Parallel Computing
Contents
Parallel Computing
Parallel computing is the use of multiple computing resources to solve a problem. These problems can be very wide ranging, from smaller examples to highly complex cosmological simulations or weather prediction codes. Utilising parallel computing adds additional complexities and challenges to programming. The programmer must consider a wide variety of new concepts and change their mindset from sequential to parallel. Having said that, the world we live in is predominantly parallel and as such it is natural to model problems in this way.
The Problem
Current parallel languages are either conceptually simple or efficient - but not both. These aims have, until this point, been contradictory.
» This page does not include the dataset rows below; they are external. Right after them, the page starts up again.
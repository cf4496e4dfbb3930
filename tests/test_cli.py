"""Every ``headingref`` command as a new user meets it: help, success, bad input, atomic outputs.

Contract (DEVELOPERS.md "Conventions"; common practice for command-line tools): ``--help`` shows
examples and the safety caution; exit status 0 on success; on bad input a non-zero status and one
error line on stderr (``headingref CMD: error: ...``), never a traceback; outputs are written to
a temporary file and renamed, so after a failure no output (and no temporary file) exists and an
older file of the same name is untouched.

Values printed or written on success are checked against independent sources named beside each
check: ppigrf (IGRF-14), geographiclib (WGS84 geodesics), NGA Pub. 226 art. 501 (swing formulas),
RFC 7946 (GeoJSON). All places, runways and bases are invented (tests/data, data/demo).
"""

from __future__ import annotations

import contextlib
import datetime as dt
import io as _io
import json
import os
import stat
import subprocess
import sys
import warnings
from pathlib import Path

import numpy as np
import pandas as pd
import ppigrf
import pytest
from geographiclib.geodesic import Geodesic

from headingref.cli import main
from headingref.notices import CAUTION

DATA = Path(__file__).parent / "data"
DATE = "2026-12-02"
EXPECTED_COMMANDS = ["field", "route", "zones", "poles", "base", "swing", "runways", "report", "demo"]  # issue 8


def run(argv: list[str]) -> tuple[int, str, str]:
    """headingref.cli.main in-process; (status, stdout, stderr). argparse exits become the status."""
    out, err = _io.StringIO(), _io.StringIO()
    with contextlib.redirect_stdout(out), contextlib.redirect_stderr(err), warnings.catch_warnings():
        try:
            code = main([str(a) for a in argv])
        except SystemExit as exc:
            code = exc.code if isinstance(exc.code, int) else 2
    return code, out.getvalue(), err.getvalue()


def error_line(code: int, stderr: str, command: str) -> str:
    """The single error line of a failed run (warning lines before it are allowed)."""
    assert code == 2, f"status {code}: {stderr}"
    assert "Traceback" not in stderr
    lines = [line for line in stderr.splitlines() if line.strip() and not line.startswith("headingref: warning:")]
    assert len(lines) == 1, f"expected one error line, got: {lines}"
    assert lines[0].startswith(f"headingref {command}: error: "), lines[0]
    return lines[0]


def ppigrf_declination(lat: float, lon: float, date: str, alt_km: float = 0.0) -> float:
    """Declination (deg, east positive) from ppigrf's geodetic east and north components."""
    east, north, _ = ppigrf.igrf(lon, lat, alt_km, dt.datetime.fromisoformat(date))
    return float(np.degrees(np.arctan2(np.ravel(east)[0], np.ravel(north)[0])))


# --------------------------------------------------------------------------- help


def test_console_script_lists_every_command():
    # The installed console script (pyproject [project.scripts]) and the nine commands of issue 8.
    done = subprocess.run(["headingref", "--help"], capture_output=True, text=True, timeout=60)
    assert done.returncode == 0, done.stderr
    listed = [line.split()[0] for line in done.stdout.splitlines() if line.startswith("    ") and line.split()]
    assert [c for c in EXPECTED_COMMANDS if c not in listed] == []
    assert "CAUTION" in done.stdout


def test_module_entry_point_runs():
    # `python -m headingref.cli` is the other documented way in (README): same parser.
    done = subprocess.run([sys.executable, "-m", "headingref.cli", "field", "--help"], capture_output=True, text=True,
                          timeout=60, cwd=Path(__file__).parents[1])
    assert done.returncode == 0 and "headingref field" in done.stdout


@pytest.mark.parametrize("command", EXPECTED_COMMANDS)
def test_help_shows_examples_and_caution(command):
    code, out, err = run([command, "--help"])
    assert code == 0, err
    assert "examples:" in out
    examples = [line for line in out.splitlines() if line.strip().startswith(f"headingref {command}")]
    assert examples, f"no example of headingref {command} in its help"
    # argparse may re-wrap; compare the caution with whitespace collapsed
    assert " ".join(CAUTION.split()) in " ".join(out.split())


def test_no_command_prints_help_and_fails():
    code, out, _ = run([])
    assert code == 2 and "COMMAND" in out


# --------------------------------------------------------------------------- success, checked outside


def _no_temporary_files(folder: Path) -> None:
    leftovers = [p.name for p in folder.rglob("*") if p.name.startswith(".") or ".tmp" in p.name]
    assert leftovers == [], leftovers


def test_field_csv_matches_ppigrf(tmp_path):
    out = tmp_path / "field.csv"
    code, stdout, _ = run(["field", "--lat", "69.68", "--lon", "18.94", "--alt", "2 km", "--date", DATE, "--output", out])
    assert code == 0
    row = pd.read_csv(out).iloc[0]
    # ppigrf (independent IGRF-14), geodetic, 2 km above the ellipsoid; 0.01 deg covers the date convention
    assert row.declination_deg == pytest.approx(ppigrf_declination(69.68, 18.94, DATE, 2.0), abs=0.01)
    assert "declination (variation)" in stdout
    _no_temporary_files(tmp_path)


def test_field_input_csv_one_row_per_place(tmp_path):
    places = tmp_path / "places.csv"
    places.write_text("name;lat;lon;alt\nInvented mast;61.2;-149.9;450 m\nInvented hut;N78°13.5′;015 38 E;FL350\n",
                      encoding="utf-8")
    out = tmp_path / "out.csv"
    code, _, _ = run(["field", "--input", places, "--date", DATE, "--output", out])
    assert code == 0
    table = pd.read_csv(out)
    assert list(table.name) == ["Invented mast", "Invented hut"]
    # FL350 = 35,000 ft x 0.3048 m (1959 international foot) = 10.668 km
    assert table.alt_km.iloc[1] == pytest.approx(10.668, abs=1e-9)
    assert table.declination_deg.iloc[0] == pytest.approx(ppigrf_declination(61.2, -149.9, DATE, 0.45), abs=0.01)


def test_route_distances_match_geographiclib(tmp_path):
    legs_csv, samples_csv, geo = tmp_path / "legs.csv", tmp_path / "samples.csv", tmp_path / "route.geojson"
    code, _, _ = run(["route", "--input", DATA / "route_arctic.csv", "--date", DATE, "--spacing", "25",
                      "--output", legs_csv, "--samples", samples_csv, "--geojson", geo])
    assert code == 0
    legs = pd.read_csv(legs_csv)
    for leg in legs.itertuples():
        # geographiclib (Karney) WGS84 geodesic; 1 m tolerance
        s12 = Geodesic.WGS84.Inverse(leg.from_lat_deg, leg.from_lon_deg, leg.to_lat_deg, leg.to_lon_deg)["s12"]
        assert leg.distance_nm * 1852.0 == pytest.approx(s12, abs=1.0)
    collection = json.loads(geo.read_text())
    assert collection["type"] == "FeatureCollection"  # RFC 7946 section 3.3
    _no_temporary_files(tmp_path)


def test_runways_implied_designator_matches_independent_rule(tmp_path):
    out = tmp_path / "checked.csv"
    code, stdout, _ = run(["runways", "--input", DATA / "runways_demo.csv", "--date", DATE, "--horizon", "2", "--output", out])
    assert code == 0 and "CAUTION" in stdout
    table = pd.read_csv(out, dtype={"designator_implied": str})
    ends = pd.read_csv(DATA / "runways_demo.csv").dropna(subset=["end_lat"])
    checked = 0
    for i, end in ends.iterrows():
        # geographiclib azimuth towards the far threshold, ppigrf declination at the midpoint;
        # designator = nearest whole tenth of the magnetic azimuth, 0 -> 36 (ICAO Annex 14 Vol I 5.2.2.4, from memory)
        line = Geodesic.WGS84.InverseLine(end.lat, end.lon, end.end_lat, end.end_lon)
        mid = line.Position(line.s13 / 2)
        magnetic = (line.azi1 - ppigrf_declination(mid["lat2"], mid["lon2"], DATE)) % 360.0
        if abs((magnetic / 10.0) % 1.0 - 0.5) < 0.05:
            continue  # within 0.5 deg of a rounding boundary: the model difference could flip it
        number = int(np.floor(magnetic / 10.0 + 0.5)) or 36
        number = 36 if number == 0 else (number if number <= 36 else number - 36)
        assert table.designator_implied.iloc[i][:2] == f"{number:02d}", end.runway
        checked += 1
    assert checked >= 6


def test_swing_coefficients_match_pub226_formulas(tmp_path):
    out, card = tmp_path / "coef.csv", tmp_path / "card.csv"
    code, _, _ = run(["swing", "--input", DATA / "swing_handbook_501.csv", "--output", out, "--card", card])
    assert code == 0
    row = pd.read_csv(out).iloc[0]
    # NGA Pub. 226 art. 501 deviations on N..NW. On eight equally spaced headings the five terms are
    # orthogonal, so least squares gives A = mean(d), B = mean(2 d sin h), C = mean(2 d cos h),
    # D = mean(2 d sin 2h), E = mean(2 d cos 2h) (discrete Fourier coefficients; D and E equal the
    # handbook's (NE + SW - SE - NW)/4 = 5.0 and (N + S - E - W)/4 = 1.5, A its mean 1.0; B and C
    # also use the intercardinal readings, unlike the handbook's approximate (E - W)/2 and (N - S)/2).
    dev = np.array([10.5, 20.0, 11.5, -1.2, -5.5, -8.0, -12.5, -6.8])
    h = np.radians(np.arange(0.0, 360.0, 45.0))
    expected = (dev.mean(), np.mean(2 * dev * np.sin(h)), np.mean(2 * dev * np.cos(h)),
                np.mean(2 * dev * np.sin(2 * h)), np.mean(2 * dev * np.cos(2 * h)))
    assert expected[0] == pytest.approx(1.0) and expected[3] == pytest.approx(5.0) and expected[4] == pytest.approx(1.5)
    for name, value in zip("ABCDE", expected, strict=True):
        assert row[f"{name}_deg"] == pytest.approx(value, abs=1e-9), name
    assert len(pd.read_csv(card)) == 12  # default card: every 30 degrees


def test_base_model_variation_matches_ppigrf(tmp_path):
    out, points = tmp_path / "upkeep.csv", tmp_path / "points.csv"
    code, _, _ = run(["base", "--input", DATA / "base_sites.csv", "--date", DATE, "--output", out, "--setting-out", points])
    assert code == 0
    table = pd.read_csv(out)
    assert len(table) == 3
    first = table.iloc[0]
    # ppigrf declination at the first invented base (69.30 N, 16.10 E, 12 m), 0.02 deg
    assert first.model_variation_deg == pytest.approx(ppigrf_declination(69.30, 16.10, DATE, 0.012), abs=0.02)
    _no_temporary_files(tmp_path)


def test_zones_geojson_rings_are_closed(tmp_path):
    geo = tmp_path / "zones.geojson"
    code, stdout, _ = run(["zones", "--cap", "north", "--date", DATE, "--resolution", "2", "--geojson", geo])
    assert code == 0 and "blackout" in stdout
    collection = json.loads(geo.read_text())
    rings = [ring for f in collection["features"] for poly in
             ([f["geometry"]["coordinates"]] if f["geometry"]["type"] == "Polygon" else f["geometry"]["coordinates"])
             for ring in poly]
    assert rings
    for ring in rings:
        # RFC 7946 section 3.1.6: a linear ring has >= 4 positions, first and last equivalent
        assert len(ring) >= 4 and ring[0] == ring[-1]


def test_poles_dip_pole_is_where_ppigrf_has_no_horizontal_field(tmp_path):
    out = tmp_path / "poles.csv"
    code, _, _ = run(["poles", "--date", DATE, "--output", out])
    assert code == 0
    table = pd.read_csv(out)
    dip = table[table.kind == "dip"]
    assert len(dip) == 2
    for pole in dip.itertuples():
        east, north, _ = ppigrf.igrf(pole.lon, pole.lat, 0.0, dt.datetime.fromisoformat(DATE))
        # definition of a dip pole: H = 0 (WMM2025 report); ppigrf's H there below 5 nT
        assert float(np.hypot(np.ravel(east)[0], np.ravel(north)[0])) < 5.0


def test_report_writes_into_its_folder_and_leaves_no_staging(tmp_path):
    # A one-section scenario (the demo's invented swing) keeps this fast; the full demo runs in test_report.
    study = tmp_path / "study.toml"
    study.write_text(f'analysis_date = "{DATE}"\n[swing]\nfile = "{SWING}"\n', encoding="utf-8")
    out = tmp_path / "report"
    code, stdout, _ = run(["report", study, "--out", out, "--no-progress"])
    assert code == 0
    html = (out / "report.html").read_text(encoding="utf-8")
    assert "not approved for navigation" in html
    assert sorted(p.name for p in tmp_path.iterdir()) == ["report", "study.toml"]  # the staging folder is gone
    _no_temporary_files(tmp_path)


# --------------------------------------------------------------------------- bad input: one line, nothing written

ROUTE = DATA / "route_arctic.csv"
RUNWAYS = DATA / "runways_demo.csv"
SITES = DATA / "base_sites.csv"
SWING = DATA / "swing_handbook_501.csv"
If parallel computing is to grow (as we predict with current advances in CPU and GPU technology) then this issue must be addressed. The problem is that we are using current, sequential, ways of thinking to try and solve this programmability problem... instead we need to think "out the box" and come up with a completely new solution.
Current Solutions
There are numerous parallel language solutions currently in existance, we will consider just a few:
Message Passing Interface
The MPI standard is extremly popular within this domain. Although bindings exist for many languages, most commonly it is used with C. The result is low level, highly complex, difficult to maintain BUT efficient code. As the programmer must control all aspects of parallelism they can often get caught up in the low level details which are uninteresting but important. Additionally the programmer is completely responsible for ensuring all communications will complete correctly, or else they run the risk of deadlock, livelock etc...
Bulk Synchronous Parallel
The BSP standard was once touted as the solution to parallel computing. Implementations of this standard are most commonly used in conjuction with C. The program is split into supersteps, each superstep is split into 3 stages - computation, communication and global synchronisation via barriers. However, this synchronisation is very expensive and as such performance of BSP is generally much poorer than that of MPI. In conjuctional, although the communication model adopted by BSP is simpler the programmer must still address low level issues (such as pointers) imposed by the underlying language used.
High Performance Fortran
In HPF the programmer just specifies the general distribution of data, with the compiler taking care of all other aspects of parallelism (such as computation distribution and communication.) Although a simple, abstract language, because much emphasis is placed upon the compiler to deduce parallelism efficiency suffers. The programmer, who is often in a far better position is indicate parallel aspects, lacks control and is limited. One useful feature of HPF is that all parallel aspects are expressed via comments, such that the HPF program is also acceptable to a normal Fortran Compiler
Co-Array Fortran
This language is more explicit than HPF. The programmer, via co-arrays will distribute computation and data but much rely on the compiler to determine communication (which is often one sided.) Because of this one sided communication, messages are often short which results in the overhead of sending many different messages. Having said this, things are improving with reference to CAF, the new upcomming Fortran standard is said to include co-arrays which will see the integration of the CAF concepts into the standard Fortran.